Exercise goal: In the data below, find every line that has the string "BalanceStatement", and copy it.

====================

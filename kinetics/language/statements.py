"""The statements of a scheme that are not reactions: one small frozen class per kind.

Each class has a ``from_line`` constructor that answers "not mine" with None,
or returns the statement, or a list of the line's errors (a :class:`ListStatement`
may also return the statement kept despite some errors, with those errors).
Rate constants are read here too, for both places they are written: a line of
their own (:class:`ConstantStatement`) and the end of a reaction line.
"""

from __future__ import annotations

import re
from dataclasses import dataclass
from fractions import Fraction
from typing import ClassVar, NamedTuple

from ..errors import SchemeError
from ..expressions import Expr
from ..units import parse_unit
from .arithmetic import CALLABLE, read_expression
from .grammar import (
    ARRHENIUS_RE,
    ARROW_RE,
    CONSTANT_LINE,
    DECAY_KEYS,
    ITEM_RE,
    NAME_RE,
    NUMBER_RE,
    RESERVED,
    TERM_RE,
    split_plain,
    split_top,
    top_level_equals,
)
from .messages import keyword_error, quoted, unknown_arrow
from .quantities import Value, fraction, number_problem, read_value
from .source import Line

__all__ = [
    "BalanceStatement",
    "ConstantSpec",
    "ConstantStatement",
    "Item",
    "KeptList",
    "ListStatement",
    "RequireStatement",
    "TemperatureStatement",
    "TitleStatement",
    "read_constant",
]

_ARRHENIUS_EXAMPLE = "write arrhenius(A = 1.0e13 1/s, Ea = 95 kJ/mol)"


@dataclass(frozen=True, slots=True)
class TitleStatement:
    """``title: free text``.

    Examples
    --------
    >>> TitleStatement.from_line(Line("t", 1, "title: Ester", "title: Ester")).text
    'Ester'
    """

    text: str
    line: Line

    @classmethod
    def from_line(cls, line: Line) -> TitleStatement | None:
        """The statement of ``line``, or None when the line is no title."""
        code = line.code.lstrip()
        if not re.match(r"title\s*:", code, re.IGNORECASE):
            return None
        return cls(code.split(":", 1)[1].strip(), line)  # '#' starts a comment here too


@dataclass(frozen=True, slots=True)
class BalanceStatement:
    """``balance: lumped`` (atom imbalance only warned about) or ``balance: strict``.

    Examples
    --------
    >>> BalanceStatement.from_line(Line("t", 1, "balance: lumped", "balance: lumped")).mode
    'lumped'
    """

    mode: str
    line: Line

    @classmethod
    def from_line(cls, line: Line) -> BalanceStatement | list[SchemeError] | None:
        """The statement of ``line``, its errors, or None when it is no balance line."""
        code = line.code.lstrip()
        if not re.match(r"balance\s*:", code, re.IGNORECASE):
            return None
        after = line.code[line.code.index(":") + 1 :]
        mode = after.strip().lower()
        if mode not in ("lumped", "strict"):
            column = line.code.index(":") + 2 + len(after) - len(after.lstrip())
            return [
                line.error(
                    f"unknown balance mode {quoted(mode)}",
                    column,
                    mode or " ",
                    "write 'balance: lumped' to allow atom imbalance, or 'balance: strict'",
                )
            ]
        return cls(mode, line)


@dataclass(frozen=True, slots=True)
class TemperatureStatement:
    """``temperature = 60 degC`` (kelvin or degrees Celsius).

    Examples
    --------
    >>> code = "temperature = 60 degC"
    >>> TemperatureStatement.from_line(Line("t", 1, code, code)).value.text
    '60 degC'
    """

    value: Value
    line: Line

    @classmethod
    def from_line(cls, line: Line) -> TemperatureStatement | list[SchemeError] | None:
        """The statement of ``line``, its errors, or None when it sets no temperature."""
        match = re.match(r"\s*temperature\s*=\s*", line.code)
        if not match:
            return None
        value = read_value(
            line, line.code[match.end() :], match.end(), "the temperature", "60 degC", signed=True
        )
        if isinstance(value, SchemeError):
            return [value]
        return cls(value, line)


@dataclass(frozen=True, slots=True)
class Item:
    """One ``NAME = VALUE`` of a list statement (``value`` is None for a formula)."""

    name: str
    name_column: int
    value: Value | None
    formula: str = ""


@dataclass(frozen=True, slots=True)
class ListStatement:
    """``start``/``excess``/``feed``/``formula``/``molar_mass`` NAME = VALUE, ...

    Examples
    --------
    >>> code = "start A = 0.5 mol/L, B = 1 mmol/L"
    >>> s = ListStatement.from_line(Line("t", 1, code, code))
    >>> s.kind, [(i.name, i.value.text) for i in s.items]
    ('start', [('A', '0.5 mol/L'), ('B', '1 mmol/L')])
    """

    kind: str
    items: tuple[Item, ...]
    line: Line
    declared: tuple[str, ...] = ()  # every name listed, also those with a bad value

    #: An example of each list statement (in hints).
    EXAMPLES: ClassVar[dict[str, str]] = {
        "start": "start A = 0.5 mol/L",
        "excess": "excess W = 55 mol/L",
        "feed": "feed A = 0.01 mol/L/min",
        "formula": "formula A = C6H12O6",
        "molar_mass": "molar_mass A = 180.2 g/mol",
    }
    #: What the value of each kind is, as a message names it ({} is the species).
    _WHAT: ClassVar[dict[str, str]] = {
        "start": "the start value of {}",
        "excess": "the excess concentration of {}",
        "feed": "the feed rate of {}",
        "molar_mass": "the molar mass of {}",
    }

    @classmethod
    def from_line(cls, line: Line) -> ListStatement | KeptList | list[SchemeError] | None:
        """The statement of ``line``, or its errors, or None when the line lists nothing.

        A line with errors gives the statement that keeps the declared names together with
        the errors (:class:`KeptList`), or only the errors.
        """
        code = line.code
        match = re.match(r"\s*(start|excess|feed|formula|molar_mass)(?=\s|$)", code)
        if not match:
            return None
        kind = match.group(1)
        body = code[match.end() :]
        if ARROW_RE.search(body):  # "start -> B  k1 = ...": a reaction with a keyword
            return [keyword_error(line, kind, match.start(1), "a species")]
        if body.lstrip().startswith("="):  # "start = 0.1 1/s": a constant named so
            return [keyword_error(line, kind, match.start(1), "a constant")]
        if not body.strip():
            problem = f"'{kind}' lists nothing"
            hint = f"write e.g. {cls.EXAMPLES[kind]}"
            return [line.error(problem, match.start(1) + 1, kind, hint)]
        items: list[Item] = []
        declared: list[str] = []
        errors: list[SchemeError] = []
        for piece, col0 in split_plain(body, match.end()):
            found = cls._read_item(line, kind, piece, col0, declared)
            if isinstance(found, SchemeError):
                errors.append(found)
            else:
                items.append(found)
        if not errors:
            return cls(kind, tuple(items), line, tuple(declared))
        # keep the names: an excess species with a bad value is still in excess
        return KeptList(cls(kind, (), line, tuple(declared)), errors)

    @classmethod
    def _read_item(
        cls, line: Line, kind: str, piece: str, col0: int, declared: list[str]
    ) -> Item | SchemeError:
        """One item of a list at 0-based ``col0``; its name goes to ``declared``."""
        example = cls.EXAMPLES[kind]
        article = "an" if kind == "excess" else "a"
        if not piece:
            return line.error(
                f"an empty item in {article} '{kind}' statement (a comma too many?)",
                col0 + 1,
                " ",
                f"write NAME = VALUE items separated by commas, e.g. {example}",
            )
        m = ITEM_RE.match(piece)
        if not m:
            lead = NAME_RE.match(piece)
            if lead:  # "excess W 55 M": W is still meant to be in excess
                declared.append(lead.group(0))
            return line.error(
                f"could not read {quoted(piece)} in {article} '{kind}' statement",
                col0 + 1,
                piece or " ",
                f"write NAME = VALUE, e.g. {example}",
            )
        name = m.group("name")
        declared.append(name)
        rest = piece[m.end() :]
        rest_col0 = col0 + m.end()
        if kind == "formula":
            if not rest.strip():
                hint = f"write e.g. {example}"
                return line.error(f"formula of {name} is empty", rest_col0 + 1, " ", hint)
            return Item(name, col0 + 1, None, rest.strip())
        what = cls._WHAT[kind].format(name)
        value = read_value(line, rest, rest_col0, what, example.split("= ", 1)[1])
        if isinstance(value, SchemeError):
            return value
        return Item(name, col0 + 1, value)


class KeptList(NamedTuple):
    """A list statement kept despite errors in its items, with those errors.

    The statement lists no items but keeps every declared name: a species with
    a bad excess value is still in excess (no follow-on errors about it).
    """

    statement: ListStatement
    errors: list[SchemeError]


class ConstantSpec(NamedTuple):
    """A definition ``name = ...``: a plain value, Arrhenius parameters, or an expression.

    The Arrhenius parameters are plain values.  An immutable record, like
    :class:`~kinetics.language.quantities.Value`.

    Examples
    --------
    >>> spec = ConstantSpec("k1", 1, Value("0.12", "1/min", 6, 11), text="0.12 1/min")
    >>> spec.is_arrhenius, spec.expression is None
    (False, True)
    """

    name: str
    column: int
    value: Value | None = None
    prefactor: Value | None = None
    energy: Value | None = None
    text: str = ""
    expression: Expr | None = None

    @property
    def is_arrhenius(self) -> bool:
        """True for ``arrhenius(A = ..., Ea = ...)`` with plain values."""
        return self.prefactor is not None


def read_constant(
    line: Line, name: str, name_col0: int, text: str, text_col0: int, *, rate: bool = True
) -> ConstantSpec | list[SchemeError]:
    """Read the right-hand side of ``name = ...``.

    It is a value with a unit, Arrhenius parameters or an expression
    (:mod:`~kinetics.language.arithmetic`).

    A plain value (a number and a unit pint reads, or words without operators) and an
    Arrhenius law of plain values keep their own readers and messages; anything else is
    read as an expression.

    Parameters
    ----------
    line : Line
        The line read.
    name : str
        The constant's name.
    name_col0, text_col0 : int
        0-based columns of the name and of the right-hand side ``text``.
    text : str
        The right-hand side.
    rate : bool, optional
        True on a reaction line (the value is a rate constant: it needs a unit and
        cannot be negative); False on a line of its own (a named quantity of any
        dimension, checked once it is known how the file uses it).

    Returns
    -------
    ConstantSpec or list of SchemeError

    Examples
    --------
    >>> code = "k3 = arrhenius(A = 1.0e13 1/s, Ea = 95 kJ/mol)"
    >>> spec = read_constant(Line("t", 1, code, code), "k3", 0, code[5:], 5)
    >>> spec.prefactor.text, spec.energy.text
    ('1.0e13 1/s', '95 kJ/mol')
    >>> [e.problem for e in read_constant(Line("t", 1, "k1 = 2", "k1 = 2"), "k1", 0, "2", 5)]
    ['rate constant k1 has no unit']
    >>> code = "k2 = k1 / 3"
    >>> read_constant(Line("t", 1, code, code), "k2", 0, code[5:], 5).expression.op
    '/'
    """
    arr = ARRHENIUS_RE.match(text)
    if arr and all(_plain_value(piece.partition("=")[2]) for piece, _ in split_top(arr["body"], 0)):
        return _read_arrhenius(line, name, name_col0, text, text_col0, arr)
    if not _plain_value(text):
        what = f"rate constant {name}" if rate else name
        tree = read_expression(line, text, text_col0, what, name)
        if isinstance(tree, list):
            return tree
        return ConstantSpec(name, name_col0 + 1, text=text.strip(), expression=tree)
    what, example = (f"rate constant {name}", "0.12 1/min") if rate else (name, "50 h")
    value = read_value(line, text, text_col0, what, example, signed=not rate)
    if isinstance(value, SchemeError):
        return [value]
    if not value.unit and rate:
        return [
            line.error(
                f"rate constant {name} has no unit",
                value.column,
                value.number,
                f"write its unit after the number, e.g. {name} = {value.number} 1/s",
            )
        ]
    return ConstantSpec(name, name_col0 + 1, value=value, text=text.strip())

====================

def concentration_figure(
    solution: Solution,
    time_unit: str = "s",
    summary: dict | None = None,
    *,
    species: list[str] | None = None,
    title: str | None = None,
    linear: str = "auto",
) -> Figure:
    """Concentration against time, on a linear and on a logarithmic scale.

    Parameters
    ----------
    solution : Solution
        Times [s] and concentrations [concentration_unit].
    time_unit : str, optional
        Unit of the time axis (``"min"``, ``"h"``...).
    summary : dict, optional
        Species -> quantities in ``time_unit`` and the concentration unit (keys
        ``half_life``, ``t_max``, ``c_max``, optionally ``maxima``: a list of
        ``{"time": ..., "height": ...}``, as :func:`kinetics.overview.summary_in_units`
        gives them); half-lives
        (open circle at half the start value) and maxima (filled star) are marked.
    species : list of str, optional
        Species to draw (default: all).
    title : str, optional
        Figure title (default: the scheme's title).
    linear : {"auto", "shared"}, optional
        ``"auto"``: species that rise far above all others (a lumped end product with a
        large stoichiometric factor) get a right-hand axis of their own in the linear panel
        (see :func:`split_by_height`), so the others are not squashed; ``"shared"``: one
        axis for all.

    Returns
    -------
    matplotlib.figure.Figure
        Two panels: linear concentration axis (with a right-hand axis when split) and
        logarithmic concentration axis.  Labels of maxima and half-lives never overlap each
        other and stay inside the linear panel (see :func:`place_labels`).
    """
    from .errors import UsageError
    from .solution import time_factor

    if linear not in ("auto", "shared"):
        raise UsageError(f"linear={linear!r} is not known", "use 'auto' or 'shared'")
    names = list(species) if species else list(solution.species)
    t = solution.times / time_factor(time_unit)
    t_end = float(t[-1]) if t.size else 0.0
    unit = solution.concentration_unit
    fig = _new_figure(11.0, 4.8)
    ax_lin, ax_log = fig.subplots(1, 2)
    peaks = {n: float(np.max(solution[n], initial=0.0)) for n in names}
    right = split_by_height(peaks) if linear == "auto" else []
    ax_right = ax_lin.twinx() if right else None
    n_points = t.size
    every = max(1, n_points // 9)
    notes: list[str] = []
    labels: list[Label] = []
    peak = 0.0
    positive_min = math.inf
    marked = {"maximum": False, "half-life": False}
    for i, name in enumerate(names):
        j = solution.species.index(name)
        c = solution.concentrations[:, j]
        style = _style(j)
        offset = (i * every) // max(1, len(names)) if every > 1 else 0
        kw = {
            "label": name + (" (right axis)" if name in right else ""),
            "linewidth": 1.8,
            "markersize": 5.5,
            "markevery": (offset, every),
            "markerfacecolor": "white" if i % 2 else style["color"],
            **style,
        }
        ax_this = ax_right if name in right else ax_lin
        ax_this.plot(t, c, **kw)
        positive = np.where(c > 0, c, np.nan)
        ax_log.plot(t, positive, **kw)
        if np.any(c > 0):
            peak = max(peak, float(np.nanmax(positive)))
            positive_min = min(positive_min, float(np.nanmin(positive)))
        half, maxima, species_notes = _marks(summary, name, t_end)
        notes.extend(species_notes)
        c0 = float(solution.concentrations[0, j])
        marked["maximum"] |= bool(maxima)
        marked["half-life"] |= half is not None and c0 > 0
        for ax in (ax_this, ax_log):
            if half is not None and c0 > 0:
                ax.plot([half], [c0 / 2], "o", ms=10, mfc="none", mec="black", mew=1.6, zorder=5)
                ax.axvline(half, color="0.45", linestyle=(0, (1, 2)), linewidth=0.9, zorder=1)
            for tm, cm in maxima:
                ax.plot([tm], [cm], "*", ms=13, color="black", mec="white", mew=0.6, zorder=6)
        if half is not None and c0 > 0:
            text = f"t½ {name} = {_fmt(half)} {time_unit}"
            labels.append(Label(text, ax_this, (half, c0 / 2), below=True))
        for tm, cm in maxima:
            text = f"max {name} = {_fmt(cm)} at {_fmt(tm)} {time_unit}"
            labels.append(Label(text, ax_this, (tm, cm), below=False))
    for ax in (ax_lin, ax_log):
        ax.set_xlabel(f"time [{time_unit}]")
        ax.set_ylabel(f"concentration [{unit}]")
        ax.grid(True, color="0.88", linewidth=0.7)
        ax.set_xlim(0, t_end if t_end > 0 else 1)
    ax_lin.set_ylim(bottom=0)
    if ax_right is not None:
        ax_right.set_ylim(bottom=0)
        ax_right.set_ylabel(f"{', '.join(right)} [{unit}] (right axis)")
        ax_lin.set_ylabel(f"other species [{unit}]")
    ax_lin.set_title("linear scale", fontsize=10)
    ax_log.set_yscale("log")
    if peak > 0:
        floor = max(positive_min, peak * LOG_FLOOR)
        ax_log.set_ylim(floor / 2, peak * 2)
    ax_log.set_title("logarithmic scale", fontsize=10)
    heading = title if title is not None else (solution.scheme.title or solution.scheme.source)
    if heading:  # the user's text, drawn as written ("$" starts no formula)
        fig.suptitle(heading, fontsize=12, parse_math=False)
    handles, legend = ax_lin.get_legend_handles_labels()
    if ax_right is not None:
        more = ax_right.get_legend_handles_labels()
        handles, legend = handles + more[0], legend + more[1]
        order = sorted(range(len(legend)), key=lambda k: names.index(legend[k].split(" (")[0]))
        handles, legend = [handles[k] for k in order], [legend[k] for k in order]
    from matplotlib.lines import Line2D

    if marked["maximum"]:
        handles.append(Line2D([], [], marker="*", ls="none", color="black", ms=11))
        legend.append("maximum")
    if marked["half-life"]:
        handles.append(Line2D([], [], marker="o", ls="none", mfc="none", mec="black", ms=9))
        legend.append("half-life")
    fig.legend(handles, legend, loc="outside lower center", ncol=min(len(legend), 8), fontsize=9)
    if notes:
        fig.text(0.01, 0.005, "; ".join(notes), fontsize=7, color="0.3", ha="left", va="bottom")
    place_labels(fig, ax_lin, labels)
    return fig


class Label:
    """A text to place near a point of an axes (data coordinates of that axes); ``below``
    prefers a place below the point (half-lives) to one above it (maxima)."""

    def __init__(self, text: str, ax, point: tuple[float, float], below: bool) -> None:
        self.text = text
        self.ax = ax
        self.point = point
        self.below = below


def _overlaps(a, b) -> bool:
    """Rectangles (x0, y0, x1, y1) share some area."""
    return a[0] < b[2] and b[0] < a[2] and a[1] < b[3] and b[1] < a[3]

====================

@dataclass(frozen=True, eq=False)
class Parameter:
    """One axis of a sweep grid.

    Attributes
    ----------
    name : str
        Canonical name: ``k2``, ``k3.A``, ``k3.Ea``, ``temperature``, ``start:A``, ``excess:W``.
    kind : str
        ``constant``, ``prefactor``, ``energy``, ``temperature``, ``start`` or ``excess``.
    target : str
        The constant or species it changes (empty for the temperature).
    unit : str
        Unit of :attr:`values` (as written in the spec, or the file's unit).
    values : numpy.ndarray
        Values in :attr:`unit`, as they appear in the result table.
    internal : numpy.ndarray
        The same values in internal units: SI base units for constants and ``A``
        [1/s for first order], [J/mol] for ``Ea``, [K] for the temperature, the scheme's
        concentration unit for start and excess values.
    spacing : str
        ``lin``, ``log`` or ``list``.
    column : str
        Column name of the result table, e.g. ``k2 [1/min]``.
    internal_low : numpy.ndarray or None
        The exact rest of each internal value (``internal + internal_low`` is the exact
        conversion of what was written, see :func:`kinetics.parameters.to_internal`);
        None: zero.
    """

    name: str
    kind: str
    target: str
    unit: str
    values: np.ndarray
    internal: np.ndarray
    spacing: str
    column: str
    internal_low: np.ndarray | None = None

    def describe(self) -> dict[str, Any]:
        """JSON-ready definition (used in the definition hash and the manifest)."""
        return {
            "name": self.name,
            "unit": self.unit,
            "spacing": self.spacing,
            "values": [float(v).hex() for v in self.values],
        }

====================

Result below:
    "BalanceStatement",
class BalanceStatement:
    >>> BalanceStatement.from_line(Line("t", 1, "balance: lumped", "balance: lumped")).mode
    def from_line(cls, line: Line) -> BalanceStatement | list[SchemeError] | None:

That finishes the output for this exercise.